California will require businesses to provide workers who are recovering from the coronavirus, or are caring for infected family members, with as much

California will require businesses to provide workers who are recovering from the coronavirus, or are caring for infected family members, with as much as two weeks of supplemental paid sick leave, under a deal announced on Tuesday by Gov. Gavin Newsom and legislative leaders in the state.

The agreement would reinstate a benefit passed by the state in 2021 that expired at the end of September. It was sought by organized labor as the Omicron variant surged, but employers opposed it, saying the benefit would be prohibitively expensive for them.

The state legislature is expected to fast-track a bill to turn the agreement into law. If it is approved, the paid leave requirement would apply to eligible absences between Jan. 1 and Sept. 30 at companies with more than 25 employees. The bill would also restore some business tax credits to help companies absorb the cost of the additional paid time off.

“By extending sick leave to frontline workers with Covid and providing support for California businesses, we can help protect the health of our work force, while also ensuring that businesses and our economy are able to thrive,” Mr. Newsom said in a joint statement with the president pro tem of the State Senate, Toni Atkins, and the speaker of the Assembly, Anthony Rendon.

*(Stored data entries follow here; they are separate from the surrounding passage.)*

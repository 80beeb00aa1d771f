"""Fingerprints of code: what of a source file a run depends on, and whether it is still the same.

A run depends on the code objects that it reached and on those that ran while its modules were
imported. What was only imported counts without its places in the source, so that a change further
up in the file does not touch it.
"""

from __future__ import annotations

import hashlib
import warnings
from collections.abc import Iterable, Iterator, Mapping
from pathlib import Path
from types import CodeType
from typing import Any

from steplaw.host.reach import file_digest, is_installed

#: Qualified name and first line.
Key = tuple[str, int]


class Files:
    """The source files as they are now, each read and compiled once."""

    def __init__(self) -> None:
        self._digests: dict[str, str] = {}
        self._codes: dict[str, list[CodeType] | None] = {}
        self._known: dict[str, bool] = {}

    def digest(self, path: str) -> str:
        """Give the digest of a file's content, empty where there is none."""
        if path not in self._digests:
            self._digests[path] = file_digest(path)
        return self._digests[path]

    def fingerprint(self, path: str, imported: Iterable[str], reached: Iterable[Key]) -> str:
        """Give the digest of some of a file's code.

        Parameters
        ----------
        path : str
            A source file.
        imported : iterable of str
            Qualified names of code that ran at the import.
        reached : iterable of (str, int)
            Qualified names and first lines of code that ran in the run.

        Returns
        -------
        str
            Empty where the file cannot be compiled.
        """
        codes = self._all(path)
        if codes is None:
            return ""
        names, keys = set(imported), set(reached)
        told = hashlib.sha256()
        for code in codes:
            if (code.co_qualname, code.co_firstlineno) in keys:
                told.update(repr(_content(code, places=True)).encode())
            elif code.co_qualname in names:
                told.update(repr(_content(code, places=False)).encode())
        return told.hexdigest()

    def _all(self, path: str) -> list[CodeType] | None:
        if path not in self._codes:
            self._codes[path] = _compiled(path)
        return self._codes[path]

    def describe(self, told: Mapping[str, Any]) -> dict[str, Any] | None:
        """Turn what the host told of a run into what it depends on.

        Parameters
        ----------
        told : mapping
            As `steplaw.host.reach.Reach.tell` gives.

        Returns
        -------
        dict or None
            None where the run is not to be kept: it depends on more than files, or a file has
            changed since it was made.
        """
        if told["outside"] is not None:
            return None
        contents = {**told["files"], **told["read"]}
        if any(not digest or self.digest(path) != digest for path, digest in contents.items()):
            return None
        source: dict[str, Any] = {}
        for path in told["files"] if told["reached"] is not None else ():
            if path.endswith(".py") and not is_installed(path):
                imported = sorted({n for f, n, _ in told["imported"] if f == path})
                reached = sorted({(n, line) for f, n, line in told["reached"] if f == path})
                source[path] = {
                    "imported": imported,
                    "reached": [list(key) for key in reached],
                    "code": self.fingerprint(path, imported, reached),
                }
        return {"contents": contents, "source": source}

    def holds(self, digest: str, depends: Mapping[str, Any]) -> bool:
        """Whether everything that a run depends on is as it was.

        Parameters
        ----------
        digest : str
            What the answer is remembered by.
        depends : mapping
            As `describe` gives.
        """
        if digest not in self._known:
            self._known[digest] = all(
                self._is_same(path, content, depends["source"].get(path))
                for path, content in depends["contents"].items()
            )
        return self._known[digest]

    def _is_same(self, path: str, content: str, source: Mapping[str, Any] | None) -> bool:
        if self.digest(path) == content:
            return True
        if source is None:
            return False
        reached = [(name, line) for name, line in source["reached"]]
        return self.fingerprint(path, source["imported"], reached) == str(source["code"])


def _compiled(path: str) -> list[CodeType] | None:
    try:
        with warnings.catch_warnings():
            warnings.simplefilter("ignore")
            code = compile(Path(path).read_bytes(), path, "exec", dont_inherit=True)
    except (OSError, SyntaxError, ValueError):
        return None
    return list(_nested(code))


def _nested(code: CodeType) -> Iterator[CodeType]:
    yield code
    for const in code.co_consts:
        if isinstance(const, CodeType):
            yield from _nested(const)


def _content(code: CodeType, *, places: bool) -> tuple[Any, ...]:
    """Give what a code object does, nested ones by their names alone."""
    consts = tuple(
        ("code", c.co_qualname) if isinstance(c, CodeType) else (type(c).__name__, _shown(c))
        for c in code.co_consts
    )
    where: tuple[Any, ...] = ()
    if places:
        where = (code.co_firstlineno, code.co_linetable)
    return (
        code.co_qualname,
        code.co_code,
        consts,
        code.co_names,
        code.co_varnames,
        code.co_freevars,
        code.co_cellvars,
        code.co_flags,
        code.co_argcount,
        code.co_posonlyargcount,
        code.co_kwonlyargcount,
        code.co_exceptiontable,
        where,
    )


def _shown(const: object) -> str:
    if isinstance(const, frozenset):
        return repr(sorted(map(repr, const)))
    return repr(const)
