def log_atom(name: str) -> Atom:
    """Give the atom of the logarithm of a size."""
    return Atom(f"log({name})", ((name, unit(LOG)),))


def opaque(node: ast.expr, sizes: frozenset[str], growth: Vector = FLAT) -> Series:
    """Give a factor that swings between bounds, or is too odd to take apart, as one atom."""
    text = ast.unparse(node).replace(" ** ", "**").replace(" * ", "*").replace(" / ", "/")
    names = [n for n in free_names(node) if n in sizes]
    return Series.of((Atom(text, tuple((n, growth) for n in names) or ((" ", FLAT),)), 1))


def expand(node: ast.expr, sizes: frozenset[str]) -> Series:
    """Take a formula apart into a sum of products of atoms.

    Parameters
    ----------
    node : ast.expr
        The formula.
    sizes : frozenset of str
        The names that grow without bound; every other name is a positive constant.

    Returns
    -------
    Series
        With the growth of what was left out.

    Raises
    ------
    TooHard
        Where no rule applies.
    """
    match node:
        case ast.Constant(value=int() as number):
            return Series.constant(Fraction(number))
        case ast.Constant(value=float() as real):
            return Series.constant(real)
        case ast.Name(id=name) if name in sizes:
            return Series.of((size_atom(name), 1))
        case ast.Name(id=name):
            return Series.of((Atom(name, value=CONSTANTS.get(name)), 1))
        case ast.UnaryOp(op=ast.USub(), operand=operand):
            return expand(operand, sizes).scaled(Fraction(-1))
        case ast.BinOp(left=left, op=ast.Pow(), right=right):
            return _power(node, left, right, sizes)
        case ast.BinOp(left=left, op=op, right=right):
            return _binary(op, expand(left, sizes), expand(right, sizes))
        case ast.Call(func=ast.Name(id=name), args=args):
            return _call(node, name, args, sizes)
    raise TooHard


def _binary(op: ast.operator, left: Series, right: Series) -> Series:
    match op:
        case ast.Add():
            return left + right
        case ast.Sub():
            return left + right.scaled(Fraction(-1))
        case ast.Mult():
            return left * right
        case ast.Div():
            return left * inverse(right)
    raise TooHard


def _depends(node: ast.expr, sizes: frozenset[str]) -> bool:
    return any(n in sizes for n in free_names(node))


def _constant(node: ast.expr) -> Fraction | float | None:
    if free_names(node):
        return None
    try:
        return settle(evaluate(node, {}))
    except (NeedSympy, OverflowError, ValueError):
        return None


def _power(node: ast.expr, left: ast.expr, right: ast.expr, sizes: frozenset[str]) -> Series:
    if not _depends(right, sizes):
        exponent = _constant(right)
        if exponent is None:
            raise TooHard
        base = expand(left, sizes)
        if isinstance(exponent, Fraction):
            return raised(base, exponent)
        return _irrational_power(node, left, right, base, exponent)
    number = _constant(left)
    if number is None:
        raise TooHard
    return _exponential(node, left, float(number), right, sizes)


def _irrational_power(
    node: ast.expr, left: ast.expr, right: ast.expr, base: Series, exponent: float
) -> Series:
    """Take n**(log(3)/log(2)) and the like for atoms of their own."""
    if not isinstance(left, ast.Name) or not base.is_single():
        raise TooHard
    monomial, _ = base.single()
    text = f"{left.id}**({_tight(right)})"
    vectors = tuple((s, _times(v, exponent)) for s, v in growth_of(monomial).by_size)
    return Series.of((Atom(text, vectors), 1))


def _times(vector: Vector, by: float) -> Vector:
    a, b, c, d, e = (x * by for x in vector)
    return (a, b, c, d, e)


def _tight(node: ast.expr) -> str:
    text = ast.unparse(node)
    return text.replace(" ** ", "**").replace(" * ", "*").replace(" / ", "/")


def _exponential(
    node: ast.expr, left: ast.expr, base: float, right: ast.expr, sizes: frozenset[str]
) -> Series:
    """Take a constant to a power that depends on the size apart."""
    if base == -1:
        return opaque(node, sizes)
    if base == 0:
        raise TooHard
    exponent = expand(right, sizes)
    if exponent.errors:
        raise TooHard
    rate = math.log(abs(base))
    result = Series.constant(ONE)
    swinging = base < 0
    total: dict[str, list[float]] = {}
    for monomial, c in exponent.terms.items():
        if is_constant(monomial):
            continue
        part = _exponent_growth(monomial, c, rate)
        if part is None:
            swinging = True
            continue
        size, vector = part
        sums = total.setdefault(size, [0.0] * 5)
        for k in range(5):
            sums[k] += vector[k]
    if swinging:
        text = _tight(node)
        vectors = tuple((s, (v[0], v[1], v[2], v[3], v[4])) for s, v in total.items())
        return Series.of((Atom(text, vectors or ((" ", FLAT),)), 1))
    for monomial, c in exponent.terms.items():
        result = result * _exponential_factor(left, base, monomial, c)
    return result
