def violations(root: Path) -> list[str]:
    """Every breach of the house rules in a tree, each with its file and line."""
    modules = [
        Module(path, root, ast.parse(path.read_text(encoding="utf-8")))
        for top in TOPS
        for path in sorted((root / top).rglob("*.py"))
    ]
    found = [breach for module in modules for rule in RULES for breach in rule(module)]
    return found + list(_second_readers(modules))


def _imports_of_ours(module: Module) -> Iterator[tuple[ast.ImportFrom, str]]:
    for node in module.nodes:
        if isinstance(node, ast.ImportFrom) and node.level == 0 and (node.module or "").split(".")[0] in TOPS:
            yield node, node.module or ""


def _imported_names(module: Module) -> Iterator[tuple[ast.AST, str]]:
    for node in module.nodes:
        if isinstance(node, ast.Import):
            yield from ((node, alias.name) for alias in node.names)
        elif isinstance(node, ast.ImportFrom) and node.module is not None and node.level == 0:
            yield node, node.module


def only_where_the_table_allows(module: Module) -> Iterator[str]:
    allowed = {module.room, *MAY_IMPORT.get(module.room, ()), *NOT_EVERYONES.get(module.room, EVERYONES)}
    inside_functions = {
        inner
        for outer in module.nodes
        if isinstance(outer, ast.FunctionDef | ast.AsyncFunctionDef)
        for inner in ast.walk(outer)
    }
    for node, name in _imports_of_ours(module):
        lazy = (module.room, name) in LAZILY
        if lazy and node not in inside_functions:
            yield f"{module.at(node)}: {module.room} may import {name} only inside a function"
        elif not lazy and room_of(tuple(name.split("."))) not in allowed:
            yield f"{module.at(node)}: {module.room} may not import {name}"
        if module.in_migrations:
            yield f"{module.at(node)}: a migration imports nothing of ours"


def every_room_is_in_the_table(module: Module) -> Iterator[str]:
    if module.room not in MAY_IMPORT and module.parts != ("fleet", "__init__"):
        yield f"{module.at(module.tree)}: {module.room} is not in the import table"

They added that lawmakers “will continue to work to address additional needs of small businesses through the budget.”

The agreement also calls for funding to bolster coronavirus testing and vaccination in the state and to battle misinformation, they said.

California law requires employers to offer a minimum of three paid sick days a year. When the pandemic hit, the state raised that requirement, exploiting state and federal laws and tax credits to add up to 80 hours of paid sick leave for workers who were infected or were caring for infected relatives.

That expansion was allowed to lapse Sept. 30 after the state reopened, but the advent of new surges in cases prompted calls from labor unions to reinstate it. Businesses struggling with staffing shortages protested that the eligibility threshold for paid time off was too lax, and that giving employees more paid sick leave deterred some from getting vaccinated.

Legislative officials said the new version would, if passed, require employers to offer up to 40 hours of paid sick leave to full-time workers, and extend that by 40 more hours if the worker supplies proof of a positive coronavirus test result. The requirement for part-time workers would be the number of hours the worker typically worked in a week, to start with, and then that same amount again if the worker tests positive.

California labor leaders applauded the agreement.

“U.F.C.W. members have been risking their lives and the lives of their family members” by reporting for work during the pandemic, Andrea Zinder, president of the Western States Council of the United Food and Commercial Workers, said in a statement.

Rheannon Ramos, a grocery store worker at Stater Bros. in Southern California, added that “the past two years have been filled with new stress after new stress, and today’s announcement means a real relief from shouldering these worries.”